*RECORDS FOR THIS EXERCISE*
════

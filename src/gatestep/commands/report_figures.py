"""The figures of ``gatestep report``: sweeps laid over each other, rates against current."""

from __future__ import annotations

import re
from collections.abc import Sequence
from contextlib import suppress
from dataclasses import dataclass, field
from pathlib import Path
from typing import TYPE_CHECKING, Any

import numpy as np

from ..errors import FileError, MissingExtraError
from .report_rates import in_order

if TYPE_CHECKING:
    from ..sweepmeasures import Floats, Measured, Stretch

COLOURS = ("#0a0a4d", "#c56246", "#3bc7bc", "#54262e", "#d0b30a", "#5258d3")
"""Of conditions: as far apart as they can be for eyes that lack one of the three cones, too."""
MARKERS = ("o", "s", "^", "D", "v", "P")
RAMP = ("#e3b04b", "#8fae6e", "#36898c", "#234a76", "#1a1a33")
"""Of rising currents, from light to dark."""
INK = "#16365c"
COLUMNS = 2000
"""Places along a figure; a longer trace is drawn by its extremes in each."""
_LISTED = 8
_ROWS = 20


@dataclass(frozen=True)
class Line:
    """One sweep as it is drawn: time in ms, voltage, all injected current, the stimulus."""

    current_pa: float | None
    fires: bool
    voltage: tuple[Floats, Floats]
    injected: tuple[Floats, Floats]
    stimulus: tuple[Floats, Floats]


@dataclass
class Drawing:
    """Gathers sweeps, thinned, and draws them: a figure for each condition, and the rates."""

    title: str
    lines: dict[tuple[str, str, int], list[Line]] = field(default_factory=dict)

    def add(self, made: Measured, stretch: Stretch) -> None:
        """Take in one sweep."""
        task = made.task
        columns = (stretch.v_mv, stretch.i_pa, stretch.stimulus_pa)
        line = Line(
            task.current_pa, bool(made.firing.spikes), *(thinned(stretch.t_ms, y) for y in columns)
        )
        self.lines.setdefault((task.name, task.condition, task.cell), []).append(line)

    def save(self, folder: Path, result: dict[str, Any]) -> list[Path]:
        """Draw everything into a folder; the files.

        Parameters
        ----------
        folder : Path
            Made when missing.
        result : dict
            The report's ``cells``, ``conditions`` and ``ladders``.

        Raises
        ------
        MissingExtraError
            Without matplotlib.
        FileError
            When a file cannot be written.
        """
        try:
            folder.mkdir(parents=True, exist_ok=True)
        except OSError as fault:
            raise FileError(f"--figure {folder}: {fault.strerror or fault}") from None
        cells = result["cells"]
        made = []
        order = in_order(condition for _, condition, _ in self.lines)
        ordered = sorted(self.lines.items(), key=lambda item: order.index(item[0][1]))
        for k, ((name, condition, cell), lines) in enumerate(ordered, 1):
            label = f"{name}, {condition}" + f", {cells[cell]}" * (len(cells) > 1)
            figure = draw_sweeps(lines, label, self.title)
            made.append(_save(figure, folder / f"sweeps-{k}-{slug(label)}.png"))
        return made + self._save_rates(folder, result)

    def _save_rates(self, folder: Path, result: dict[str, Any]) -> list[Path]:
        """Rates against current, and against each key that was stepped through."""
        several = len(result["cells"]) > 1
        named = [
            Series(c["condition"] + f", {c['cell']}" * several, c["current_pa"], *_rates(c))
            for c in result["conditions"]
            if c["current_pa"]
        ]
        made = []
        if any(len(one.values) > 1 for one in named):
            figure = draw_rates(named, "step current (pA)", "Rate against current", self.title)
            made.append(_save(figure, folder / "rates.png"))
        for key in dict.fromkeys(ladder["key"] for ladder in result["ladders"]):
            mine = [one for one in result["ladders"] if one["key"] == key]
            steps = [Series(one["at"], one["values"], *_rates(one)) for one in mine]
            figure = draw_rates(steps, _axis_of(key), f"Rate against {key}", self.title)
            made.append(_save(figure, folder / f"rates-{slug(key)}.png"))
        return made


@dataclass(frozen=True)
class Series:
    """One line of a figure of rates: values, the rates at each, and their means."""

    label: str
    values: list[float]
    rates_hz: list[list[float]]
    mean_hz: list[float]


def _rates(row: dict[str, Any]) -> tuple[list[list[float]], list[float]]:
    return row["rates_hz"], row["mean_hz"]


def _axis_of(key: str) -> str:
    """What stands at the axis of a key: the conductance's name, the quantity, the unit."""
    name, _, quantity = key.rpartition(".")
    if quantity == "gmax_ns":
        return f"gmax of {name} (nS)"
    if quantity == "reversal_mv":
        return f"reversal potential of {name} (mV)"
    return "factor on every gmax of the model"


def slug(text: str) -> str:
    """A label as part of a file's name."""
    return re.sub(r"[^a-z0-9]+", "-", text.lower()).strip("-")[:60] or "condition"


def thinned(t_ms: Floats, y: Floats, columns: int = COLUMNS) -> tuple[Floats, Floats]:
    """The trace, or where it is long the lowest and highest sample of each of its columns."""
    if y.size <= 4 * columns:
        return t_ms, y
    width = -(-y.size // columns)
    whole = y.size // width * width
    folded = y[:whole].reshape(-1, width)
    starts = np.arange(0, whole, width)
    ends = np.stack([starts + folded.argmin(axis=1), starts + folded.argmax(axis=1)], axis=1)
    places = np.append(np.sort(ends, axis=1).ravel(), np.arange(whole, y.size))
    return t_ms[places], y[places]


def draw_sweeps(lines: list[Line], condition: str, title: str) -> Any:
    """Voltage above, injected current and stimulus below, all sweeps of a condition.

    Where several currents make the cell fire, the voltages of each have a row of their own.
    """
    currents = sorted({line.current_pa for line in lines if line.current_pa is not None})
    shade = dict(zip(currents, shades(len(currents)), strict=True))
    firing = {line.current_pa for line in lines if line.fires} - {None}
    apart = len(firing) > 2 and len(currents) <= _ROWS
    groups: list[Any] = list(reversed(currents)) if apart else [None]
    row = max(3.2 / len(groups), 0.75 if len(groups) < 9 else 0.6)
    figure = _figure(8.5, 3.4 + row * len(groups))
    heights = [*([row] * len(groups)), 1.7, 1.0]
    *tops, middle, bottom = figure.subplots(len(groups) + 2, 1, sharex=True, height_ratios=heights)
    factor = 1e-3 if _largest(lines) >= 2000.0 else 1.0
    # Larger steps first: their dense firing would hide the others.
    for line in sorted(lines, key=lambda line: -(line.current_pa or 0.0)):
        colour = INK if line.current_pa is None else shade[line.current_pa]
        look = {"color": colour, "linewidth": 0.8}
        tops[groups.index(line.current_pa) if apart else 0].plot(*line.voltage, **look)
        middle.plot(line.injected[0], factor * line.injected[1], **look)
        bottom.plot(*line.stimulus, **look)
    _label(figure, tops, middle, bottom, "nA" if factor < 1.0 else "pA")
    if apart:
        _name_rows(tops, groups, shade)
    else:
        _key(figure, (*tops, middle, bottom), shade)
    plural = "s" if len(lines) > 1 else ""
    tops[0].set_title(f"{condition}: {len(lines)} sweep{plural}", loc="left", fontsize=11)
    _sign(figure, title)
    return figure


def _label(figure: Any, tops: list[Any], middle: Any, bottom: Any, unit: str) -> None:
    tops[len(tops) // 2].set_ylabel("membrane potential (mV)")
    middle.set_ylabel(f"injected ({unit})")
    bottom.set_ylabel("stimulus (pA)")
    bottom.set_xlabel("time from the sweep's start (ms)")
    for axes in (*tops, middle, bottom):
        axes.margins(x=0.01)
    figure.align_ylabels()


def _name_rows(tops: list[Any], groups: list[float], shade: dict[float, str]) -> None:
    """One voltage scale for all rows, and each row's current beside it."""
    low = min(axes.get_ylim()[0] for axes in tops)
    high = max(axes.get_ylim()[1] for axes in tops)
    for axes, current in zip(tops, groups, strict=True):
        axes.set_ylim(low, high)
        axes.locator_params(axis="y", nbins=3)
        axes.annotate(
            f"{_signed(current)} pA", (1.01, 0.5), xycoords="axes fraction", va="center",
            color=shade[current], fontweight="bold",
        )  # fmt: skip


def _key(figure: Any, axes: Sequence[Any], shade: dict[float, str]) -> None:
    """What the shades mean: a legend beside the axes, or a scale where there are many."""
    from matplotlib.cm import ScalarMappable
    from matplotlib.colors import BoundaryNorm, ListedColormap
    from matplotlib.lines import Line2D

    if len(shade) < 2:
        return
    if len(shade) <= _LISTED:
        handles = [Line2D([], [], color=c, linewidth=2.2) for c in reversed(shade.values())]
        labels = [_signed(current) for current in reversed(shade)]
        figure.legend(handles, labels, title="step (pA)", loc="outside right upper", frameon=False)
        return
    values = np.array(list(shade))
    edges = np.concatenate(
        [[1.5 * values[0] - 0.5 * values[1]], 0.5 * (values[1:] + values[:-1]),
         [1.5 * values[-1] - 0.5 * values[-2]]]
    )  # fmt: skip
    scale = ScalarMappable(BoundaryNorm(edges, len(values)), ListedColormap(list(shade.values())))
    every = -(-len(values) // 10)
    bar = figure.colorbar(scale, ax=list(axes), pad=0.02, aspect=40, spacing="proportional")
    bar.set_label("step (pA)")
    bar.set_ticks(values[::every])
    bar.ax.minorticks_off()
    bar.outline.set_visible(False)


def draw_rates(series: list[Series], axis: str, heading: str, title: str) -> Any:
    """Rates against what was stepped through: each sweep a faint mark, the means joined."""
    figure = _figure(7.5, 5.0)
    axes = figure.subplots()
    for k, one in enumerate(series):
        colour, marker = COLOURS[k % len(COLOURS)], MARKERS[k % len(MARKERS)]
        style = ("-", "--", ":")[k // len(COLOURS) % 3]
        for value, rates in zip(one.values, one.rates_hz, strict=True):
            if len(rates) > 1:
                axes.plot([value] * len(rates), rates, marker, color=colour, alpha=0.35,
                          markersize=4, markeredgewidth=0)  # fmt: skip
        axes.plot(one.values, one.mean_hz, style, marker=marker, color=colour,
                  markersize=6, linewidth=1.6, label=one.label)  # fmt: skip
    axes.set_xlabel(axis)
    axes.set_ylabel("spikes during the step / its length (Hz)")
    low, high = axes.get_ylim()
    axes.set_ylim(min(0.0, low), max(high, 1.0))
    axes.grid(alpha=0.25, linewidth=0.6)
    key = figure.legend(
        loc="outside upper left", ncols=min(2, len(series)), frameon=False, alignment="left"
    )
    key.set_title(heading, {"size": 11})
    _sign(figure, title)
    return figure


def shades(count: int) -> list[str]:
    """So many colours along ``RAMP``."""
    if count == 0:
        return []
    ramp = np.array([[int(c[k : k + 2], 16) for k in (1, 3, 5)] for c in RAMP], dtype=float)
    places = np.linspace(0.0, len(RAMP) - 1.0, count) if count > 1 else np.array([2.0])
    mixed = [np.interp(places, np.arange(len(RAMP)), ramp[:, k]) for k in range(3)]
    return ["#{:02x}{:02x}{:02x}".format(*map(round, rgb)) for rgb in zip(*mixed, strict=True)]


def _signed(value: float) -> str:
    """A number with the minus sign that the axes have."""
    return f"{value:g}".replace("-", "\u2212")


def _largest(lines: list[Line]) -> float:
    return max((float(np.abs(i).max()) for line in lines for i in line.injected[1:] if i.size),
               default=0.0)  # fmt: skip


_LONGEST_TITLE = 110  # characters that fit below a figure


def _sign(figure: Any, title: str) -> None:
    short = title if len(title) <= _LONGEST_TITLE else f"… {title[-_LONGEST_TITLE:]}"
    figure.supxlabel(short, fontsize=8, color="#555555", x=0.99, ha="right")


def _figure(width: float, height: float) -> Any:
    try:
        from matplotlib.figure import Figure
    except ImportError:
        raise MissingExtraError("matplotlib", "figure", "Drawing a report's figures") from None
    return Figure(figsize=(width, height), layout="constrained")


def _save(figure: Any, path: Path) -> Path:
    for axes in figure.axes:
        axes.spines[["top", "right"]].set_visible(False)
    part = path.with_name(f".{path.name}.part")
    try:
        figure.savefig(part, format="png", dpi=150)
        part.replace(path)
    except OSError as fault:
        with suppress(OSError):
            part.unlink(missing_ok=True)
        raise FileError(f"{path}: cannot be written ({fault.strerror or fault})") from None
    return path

════

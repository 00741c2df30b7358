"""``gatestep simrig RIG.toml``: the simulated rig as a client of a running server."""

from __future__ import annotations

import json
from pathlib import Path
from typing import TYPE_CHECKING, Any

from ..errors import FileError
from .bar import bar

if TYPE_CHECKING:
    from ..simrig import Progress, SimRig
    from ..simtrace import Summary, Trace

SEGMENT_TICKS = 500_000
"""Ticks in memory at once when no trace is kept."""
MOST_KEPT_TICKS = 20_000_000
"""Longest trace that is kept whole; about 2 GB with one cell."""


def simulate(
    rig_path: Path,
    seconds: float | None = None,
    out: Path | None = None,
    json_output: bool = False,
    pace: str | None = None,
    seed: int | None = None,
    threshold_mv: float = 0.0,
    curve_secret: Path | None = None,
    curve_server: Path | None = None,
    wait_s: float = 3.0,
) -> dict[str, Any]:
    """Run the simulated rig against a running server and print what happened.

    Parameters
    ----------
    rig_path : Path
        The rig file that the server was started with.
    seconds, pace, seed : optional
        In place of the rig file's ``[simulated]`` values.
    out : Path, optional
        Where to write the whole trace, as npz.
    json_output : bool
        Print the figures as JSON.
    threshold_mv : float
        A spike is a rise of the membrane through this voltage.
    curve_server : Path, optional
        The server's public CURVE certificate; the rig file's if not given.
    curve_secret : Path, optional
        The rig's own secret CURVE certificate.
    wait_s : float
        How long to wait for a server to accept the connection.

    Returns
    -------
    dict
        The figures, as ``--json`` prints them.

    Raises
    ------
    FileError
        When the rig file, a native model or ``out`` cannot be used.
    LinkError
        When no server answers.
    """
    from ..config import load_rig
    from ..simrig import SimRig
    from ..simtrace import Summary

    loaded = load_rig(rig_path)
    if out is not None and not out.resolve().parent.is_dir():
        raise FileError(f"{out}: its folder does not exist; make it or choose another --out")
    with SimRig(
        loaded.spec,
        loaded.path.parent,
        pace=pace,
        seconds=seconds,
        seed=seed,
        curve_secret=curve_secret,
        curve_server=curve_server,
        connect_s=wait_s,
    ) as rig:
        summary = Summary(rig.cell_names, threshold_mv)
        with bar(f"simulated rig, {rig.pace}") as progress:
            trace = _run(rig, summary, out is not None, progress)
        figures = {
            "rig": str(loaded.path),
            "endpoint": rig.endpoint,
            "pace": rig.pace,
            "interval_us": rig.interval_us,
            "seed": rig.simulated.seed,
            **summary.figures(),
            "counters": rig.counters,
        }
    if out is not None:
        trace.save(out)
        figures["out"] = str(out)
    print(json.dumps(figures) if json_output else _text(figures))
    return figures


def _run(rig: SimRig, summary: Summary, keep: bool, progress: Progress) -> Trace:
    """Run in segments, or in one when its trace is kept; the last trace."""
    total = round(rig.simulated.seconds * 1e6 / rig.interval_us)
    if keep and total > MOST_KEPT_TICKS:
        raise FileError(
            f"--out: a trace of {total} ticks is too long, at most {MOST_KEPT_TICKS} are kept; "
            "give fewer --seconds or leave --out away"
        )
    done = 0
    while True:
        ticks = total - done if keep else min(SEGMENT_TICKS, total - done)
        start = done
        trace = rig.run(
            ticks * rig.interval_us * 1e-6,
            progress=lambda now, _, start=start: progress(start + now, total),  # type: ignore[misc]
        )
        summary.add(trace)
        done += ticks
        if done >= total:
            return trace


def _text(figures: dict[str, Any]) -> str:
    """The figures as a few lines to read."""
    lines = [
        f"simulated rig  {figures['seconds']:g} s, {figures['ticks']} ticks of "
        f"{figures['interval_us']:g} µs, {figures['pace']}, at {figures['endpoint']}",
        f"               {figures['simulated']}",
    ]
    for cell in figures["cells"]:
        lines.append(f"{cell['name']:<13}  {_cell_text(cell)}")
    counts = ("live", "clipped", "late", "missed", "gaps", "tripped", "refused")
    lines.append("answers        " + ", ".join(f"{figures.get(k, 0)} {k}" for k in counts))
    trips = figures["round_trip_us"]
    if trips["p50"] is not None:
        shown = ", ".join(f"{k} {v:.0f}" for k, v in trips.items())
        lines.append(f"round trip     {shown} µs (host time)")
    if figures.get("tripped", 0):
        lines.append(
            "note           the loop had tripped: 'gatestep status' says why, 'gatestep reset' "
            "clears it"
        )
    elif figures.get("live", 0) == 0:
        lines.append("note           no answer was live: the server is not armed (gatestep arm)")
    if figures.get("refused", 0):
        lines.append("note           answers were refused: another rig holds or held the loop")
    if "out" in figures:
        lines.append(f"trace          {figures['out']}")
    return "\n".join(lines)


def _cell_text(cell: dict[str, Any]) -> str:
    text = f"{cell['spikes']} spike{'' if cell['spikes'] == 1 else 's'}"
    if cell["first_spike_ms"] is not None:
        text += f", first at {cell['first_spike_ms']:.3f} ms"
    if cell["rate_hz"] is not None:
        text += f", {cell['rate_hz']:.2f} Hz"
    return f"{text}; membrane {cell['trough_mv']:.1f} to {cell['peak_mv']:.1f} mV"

════

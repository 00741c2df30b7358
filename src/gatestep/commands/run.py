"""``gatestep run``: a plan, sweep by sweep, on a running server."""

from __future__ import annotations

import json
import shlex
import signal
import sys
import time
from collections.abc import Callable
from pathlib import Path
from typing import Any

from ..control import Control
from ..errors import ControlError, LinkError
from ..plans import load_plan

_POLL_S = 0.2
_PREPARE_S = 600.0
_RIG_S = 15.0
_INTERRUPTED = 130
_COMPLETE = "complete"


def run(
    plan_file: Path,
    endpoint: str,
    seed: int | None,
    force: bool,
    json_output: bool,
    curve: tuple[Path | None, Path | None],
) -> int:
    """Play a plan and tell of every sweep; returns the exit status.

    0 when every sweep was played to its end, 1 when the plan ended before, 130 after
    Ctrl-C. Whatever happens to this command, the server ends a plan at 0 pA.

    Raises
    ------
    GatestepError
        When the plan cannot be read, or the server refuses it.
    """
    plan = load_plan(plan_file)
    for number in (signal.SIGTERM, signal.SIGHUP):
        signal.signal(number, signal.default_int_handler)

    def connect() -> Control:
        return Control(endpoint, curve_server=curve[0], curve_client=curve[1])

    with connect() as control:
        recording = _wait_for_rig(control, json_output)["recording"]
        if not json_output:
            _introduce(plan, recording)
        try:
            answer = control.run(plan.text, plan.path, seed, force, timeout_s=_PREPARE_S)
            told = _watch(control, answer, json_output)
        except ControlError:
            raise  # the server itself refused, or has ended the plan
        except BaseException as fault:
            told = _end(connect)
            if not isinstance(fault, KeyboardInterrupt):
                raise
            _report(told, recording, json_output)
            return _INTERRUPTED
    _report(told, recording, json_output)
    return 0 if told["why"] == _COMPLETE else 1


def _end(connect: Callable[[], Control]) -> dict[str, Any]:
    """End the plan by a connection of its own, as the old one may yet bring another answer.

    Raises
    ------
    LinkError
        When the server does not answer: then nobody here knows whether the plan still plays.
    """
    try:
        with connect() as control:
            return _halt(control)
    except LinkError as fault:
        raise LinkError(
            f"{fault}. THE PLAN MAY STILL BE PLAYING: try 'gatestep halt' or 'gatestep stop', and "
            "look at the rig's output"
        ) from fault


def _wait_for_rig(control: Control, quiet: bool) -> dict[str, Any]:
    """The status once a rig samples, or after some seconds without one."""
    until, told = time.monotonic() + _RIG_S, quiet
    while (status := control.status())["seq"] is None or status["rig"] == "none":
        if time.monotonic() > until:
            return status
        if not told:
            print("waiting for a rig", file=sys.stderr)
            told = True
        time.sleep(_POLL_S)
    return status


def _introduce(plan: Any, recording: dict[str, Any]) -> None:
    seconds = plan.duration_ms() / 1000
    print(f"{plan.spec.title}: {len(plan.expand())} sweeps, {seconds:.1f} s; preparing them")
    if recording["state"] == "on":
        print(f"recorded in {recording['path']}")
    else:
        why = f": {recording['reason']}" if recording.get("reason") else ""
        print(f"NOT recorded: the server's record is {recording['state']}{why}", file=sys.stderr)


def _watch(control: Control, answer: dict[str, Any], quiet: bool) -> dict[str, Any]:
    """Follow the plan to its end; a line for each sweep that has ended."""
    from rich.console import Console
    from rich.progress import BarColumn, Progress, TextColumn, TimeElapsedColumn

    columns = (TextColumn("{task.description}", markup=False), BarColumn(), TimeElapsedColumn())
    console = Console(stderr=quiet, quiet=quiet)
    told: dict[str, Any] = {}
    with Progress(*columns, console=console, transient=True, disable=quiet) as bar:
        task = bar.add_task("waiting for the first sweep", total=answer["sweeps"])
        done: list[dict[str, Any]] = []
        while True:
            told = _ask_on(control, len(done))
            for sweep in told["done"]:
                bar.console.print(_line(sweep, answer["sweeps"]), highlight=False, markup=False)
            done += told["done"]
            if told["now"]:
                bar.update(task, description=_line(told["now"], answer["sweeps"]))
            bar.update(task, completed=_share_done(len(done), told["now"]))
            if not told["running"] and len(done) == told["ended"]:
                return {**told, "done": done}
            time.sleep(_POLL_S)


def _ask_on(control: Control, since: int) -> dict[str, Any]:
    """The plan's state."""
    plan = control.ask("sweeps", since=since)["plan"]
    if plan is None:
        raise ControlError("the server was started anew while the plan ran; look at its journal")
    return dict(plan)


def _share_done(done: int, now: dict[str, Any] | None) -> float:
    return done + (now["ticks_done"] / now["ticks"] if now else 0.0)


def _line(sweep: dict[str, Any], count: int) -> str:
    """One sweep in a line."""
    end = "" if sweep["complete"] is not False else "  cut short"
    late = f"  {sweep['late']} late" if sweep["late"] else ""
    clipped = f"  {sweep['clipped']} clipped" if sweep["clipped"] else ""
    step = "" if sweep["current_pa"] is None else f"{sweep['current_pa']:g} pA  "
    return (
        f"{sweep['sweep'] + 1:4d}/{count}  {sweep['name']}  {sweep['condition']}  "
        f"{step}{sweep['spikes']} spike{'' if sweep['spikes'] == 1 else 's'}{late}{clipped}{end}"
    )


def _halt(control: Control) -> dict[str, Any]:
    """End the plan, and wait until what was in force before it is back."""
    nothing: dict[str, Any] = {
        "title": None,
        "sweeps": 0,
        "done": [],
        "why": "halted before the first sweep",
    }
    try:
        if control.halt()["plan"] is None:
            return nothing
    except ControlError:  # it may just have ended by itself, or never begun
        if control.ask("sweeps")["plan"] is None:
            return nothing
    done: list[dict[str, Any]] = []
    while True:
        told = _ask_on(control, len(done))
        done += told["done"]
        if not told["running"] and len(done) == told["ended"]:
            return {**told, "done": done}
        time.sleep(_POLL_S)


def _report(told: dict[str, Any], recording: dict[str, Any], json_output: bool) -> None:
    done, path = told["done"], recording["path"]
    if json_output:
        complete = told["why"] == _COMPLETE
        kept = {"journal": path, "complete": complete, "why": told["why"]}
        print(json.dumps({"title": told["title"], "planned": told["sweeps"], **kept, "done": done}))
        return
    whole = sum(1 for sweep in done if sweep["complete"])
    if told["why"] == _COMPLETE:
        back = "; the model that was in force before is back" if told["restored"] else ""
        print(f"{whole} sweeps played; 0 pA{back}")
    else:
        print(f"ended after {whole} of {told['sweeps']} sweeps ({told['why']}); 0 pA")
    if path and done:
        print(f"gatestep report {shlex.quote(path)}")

════

*WHAT THE TASK REQUIRES*
Given the records above, restate word for word only the lines starting at the one with "figure = _figure(7.5, 5.0)" and ending at the one with "axes.set_xlabel(axis)".

*YOUR RESPONSE*
    figure = _figure(7.5, 5.0)
    axes = figure.subplots()
    for k, one in enumerate(series):
        colour, marker = COLOURS[k % len(COLOURS)], MARKERS[k % len(MARKERS)]
        style = ("-", "--", ":")[k // len(COLOURS) % 3]
        for value, rates in zip(one.values, one.rates_hz, strict=True):
            if len(rates) > 1:
                axes.plot([value] * len(rates), rates, marker, color=colour, alpha=0.35,
                          markersize=4, markeredgewidth=0)  # fmt: skip
        axes.plot(one.values, one.mean_hz, style, marker=marker, color=colour,
                  markersize=6, linewidth=1.6, label=one.label)  # fmt: skip
    axes.set_xlabel(axis)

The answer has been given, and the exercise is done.